Like normal JavaScript, define a specific function process to handle context information inside the request, _ctx.request.path is a variable of the gateway’s built-in context to get the path of the request, and then use function context.Get("_ctx.request.path") to access this field inside the script.

In the script we used general regular expression for matching and characters process, did some character stitching, got a new path variable newPath , and finally used context.Put("_ctx.request.path",newPath) to update the request path back to context.

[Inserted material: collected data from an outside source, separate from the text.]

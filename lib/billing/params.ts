import 'server-only';
import { notFound } from '@/lib/http';
import { PERIOD_PATTERN } from './periods';

/** A 'YYYY-MM' month from the URL; anything else is a 404. */
export function periodParam(s: string): string {
  if (!PERIOD_PATTERN.test(s)) throw notFound('Month not found.');
  return s;
}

For more information about fields of request context please visit: Request Context

Gateway Configuration #

Next, create a gateway configuration and reference the script using a javascript filter as follows

entry:
  - name: my_es_entry
    enabled: true
    router: my_router
    max_concurrency: 10000
    network:
      binding: 0.0.0.0:8000

flow:
  - name: default_flow
    filter:
      - dump:
          context:
            - _ctx.request.path
      - javascript:
          file: index_path_rewrite.js
      - dump:
          context:
          - _ctx.request.path
      - elasticsearch:
          elasticsearch: dev
router:
  - name: my_router
    default_flow: default_flow

elasticsearch:
- name: dev
  enabled: true
  schema: http
  hosts:
    - 192.168.3.188:9206

In the above example, a javascript filter with file specified as index_path_rewrite.js, and two dump filters are used for debugging, also used one elasticsearch filter to forward requests to ElasticSearch for queries.

Start Gateway #

Let’s start the gateway to have a test:

➜  gateway ✗ ./bin/gateway
   ___   _   _____  __  __    __  _       
  / _ \ /_\ /__   \/__\/ / /\ \ \/_\ /\_/\
 / /_\///_\\  / /\/_\  \ \/  \/ //_\\\_ _/
/ /_\\/  _  \/ / //__   \  /\  /  _  \/ \ 
\____/\_/ \_/\/  \__/    \/  \/\_/ \_/\_/ 

[GATEWAY] A light-weight, powerful and high-performance elasticsearch gateway.
[GATEWAY] 1.0.0_SNAPSHOT, 2022-04-18 07:11:09, 2023-12-31 10:10:10, 8062c4bc6e57a3fefcce71c0628d2d4141e46953
[04-19 11:41:29] [INF] [app.go:174] initializing gateway.
[04-19 11:41:29] [INF] [app.go:175] using config: /Users/medcl/go/src/infini.sh/gateway/gateway.yml.
[04-19 11:41:29] [INF] [instance.go:72] workspace: /Users/medcl/go/src/infini.sh/gateway/data/gateway/nodes/c9bpg0ai4h931o4ngs3g
[04-19 11:41:29] [INF] [app.go:283] gateway is up and running now.
[04-19 11:41:30] [INF] [api.go:262] api listen at: http://0.0.0.0:2900
[04-19 11:41:30] [INF] [entry.go:312] entry [my_es_entry] listen at: http://0.0.0.0:8000
[04-19 11:41:30] [INF] [module.go:116] all modules are started
[04-19 11:41:30] [INF] [actions.go:349] elasticsearch [dev] is available

Testing #

Run the following query to verify the query results, as shown below:

curl localhost:8000/abc,efg/_search

You can see debugging information output by the gateway through the dump filter

---- DUMPING CONTEXT ---- 
_ctx.request.path  :  /abc,efg/_search
---- DUMPING CONTEXT ---- 
_ctx.request.path  :  /cluster01:abc,cluster02:abc,cluster01:efg,cluster02:efg/_search

The query criteria have been rewritten according to our requirements,Nice!

Rewrite the DSL #

All right, we did change the request url, is that also possible to change the request body, like the search QueryDSL?

Let’s do this:

function process(context) {
    var originalDSL = context.Get("_ctx.request.body");
    if (originalDSL.length >0){
        var jsonObj=JSON.parse(originalDSL);
        jsonObj.size=123;
        jsonObj.aggs= {
            "test1": {
                "terms": {
                    "field": "abc",
                        "size": 10
                }
            }
        }
        context.Put("_ctx.request.body",JSON.stringify(jsonObj));
    }
}

Testing:

 curl -XPOST   localhost:8000/abc,efg/_search -d'{"query":{}}'

Output:

---- DUMPING CONTEXT ---- 
_ctx.request.path  :  /abc,efg/_search
_ctx.request.body  :  {"query":{}}
[04-19 18:14:24] [INF] [reverseproxy.go:255] elasticsearch [dev] hosts: [] => [192.168.3.188:9206]
---- DUMPING CONTEXT ---- 
_ctx.request.path  :  /abc,efg/_search
_ctx.request.body  :  {"query":{},"size":123,"aggs":{"test1":{"terms":{"field":"abc","size":10}}}}

Look, we just unlock the new world, agree?

Conclusion #

By using the Javascript filter in INFINI Gateway, it can be very flexible and easily to perform the complex logical operations and rewrite the Elasticsearch QueryDSL to meet your business needs.